## TASK:
One number is the whole answer: the tally of lines in the records that include the word "NULL".

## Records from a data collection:
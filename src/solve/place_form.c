/* place_form.c - see place_form.h. */
#include "solve/place_form.h"

#include <math.h>
#include <stdlib.h>
#include <string.h>

#include <lapacke.h>

int place_form_init(struct place_form *form, size_t planes, size_t rows)
{
    form->planes = planes;
    form->rows = rows;
    form->f = calloc(rows * (planes + 1) * (planes + 1), sizeof *form->f);
    return form->f == NULL ? -1 : 0;
}

void place_form_release(struct place_form *form)
{
    free(form->f);
    form->f = NULL;
}

double place_form_row(const struct place_form *form, size_t row, const double complex *w)
{
    size_t n = form->planes + 1;
    const double complex *f = form->f + row * n * n;
    double value = creal(f[0]);
    for (size_t q = 1; q < n; q++) {
        double complex half = f[q * n];
        for (size_t p = 1; p < q; p++) {
            half += f[q * n + p] * w[p - 1];
        }
        double complex x = w[q - 1];
        value += 2 * (creal(x) * creal(half) + cimag(x) * cimag(half));
        value += creal(f[q * n + q]) * (creal(x) * creal(x) + cimag(x) * cimag(x));
    }
    return value;
}

double place_form_worst(const struct place_form *form, const double complex *w, size_t *which)
{
    double worst = -INFINITY;
    for (size_t r = 0; r < form->rows; r++) {
        double value = place_form_row(form, r, w);
        if (value > worst) {
            worst = value;
            if (which != NULL) {
                *which = r;
            }
        }
    }
    return worst;
}

void place_form_settle(const struct place_form *form, double complex w, struct place_form *to)
{
    size_t n = form->planes + 1, m = to->planes + 1;
    for (size_t r = 0; r < form->rows; r++) {
        const double complex *f = form->f + r * n * n;
        double complex *t = to->f + r * m * m;
        for (size_t i = 0; i < m; i++) {
            for (size_t j = 0; j < m; j++) {
                t[i * m + j] = f[(i ? i + 1 : 0) * n + (j ? j + 1 : 0)];
            }
        }
        for (size_t i = 1; i < m; i++) {
            t[i * m] += f[(i + 1) * n + 1] * w;
            t[i] = conj(t[i * m]);
        }
        double complex half = f[n];
        t[0] = creal(f[0]) + 2 * (creal(w) * creal(half) + cimag(w) * cimag(half)) +
               creal(f[n + 1]) * (creal(w) * creal(w) + cimag(w) * cimag(w));
    }
}

void place_form_blend(const struct place_form *form, const double *lambda, struct place_form *to)
{
    size_t size = (form->planes + 1) * (form->planes + 1);
    memset(to->f, 0, size * sizeof *to->f);
    for (size_t r = 0; r < form->rows; r++) {
        for (size_t i = 0; i < size; i++) {
            to->f[i] += lambda[r] * form->f[r * size + i];
        }
    }
}

double complex place_form_slope(const struct place_form *form, const double complex *w, size_t q)
{
    size_t n = form->planes + 1;
    double complex slope = form->f[(q + 1) * n];
    for (size_t p = 0; p < form->planes; p++) {
        slope += form->f[(q + 1) * n + p + 1] * w[p];
    }
    return slope;
}

double place_form_stiffness(const struct place_form *form)
{
    size_t n = form->planes + 1, m = form->planes - 1;
    double own = creal(form->f[n + 1]);
    if (m == 0) {
        return own;
    }
    double complex *a = malloc((m * m + m) * sizeof *a);
    if (a == NULL) {
        return -1;
    }
    double complex *b = a + m * m;
    for (size_t i = 0; i < m; i++) {
        b[i] = form->f[(i + 2) * n + 1];
        for (size_t j = 0; j < m; j++) {
            a[i * m + j] = form->f[(i + 2) * n + j + 2];
        }
    }
    double stiff = 0;
    if (LAPACKE_zpotrf(LAPACK_ROW_MAJOR, 'L', (int)m, a, (int)m) == 0) {
        /* |L^-1 b|^2 by forward substitution. */
        double taken = 0;
        for (size_t i = 0; i < m; i++) {
            for (size_t j = 0; j < i; j++) {
                b[i] -= a[i * m + j] * b[j];
            }
            b[i] /= a[i * m + i];
            taken += creal(b[i]) * creal(b[i]) + cimag(b[i]) * cimag(b[i]);
        }
        stiff = fmax(0, own - taken - 1e-13 * own);
    }
    free(a);
    return stiff;
}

## OUTPUT OF THE TASK:
4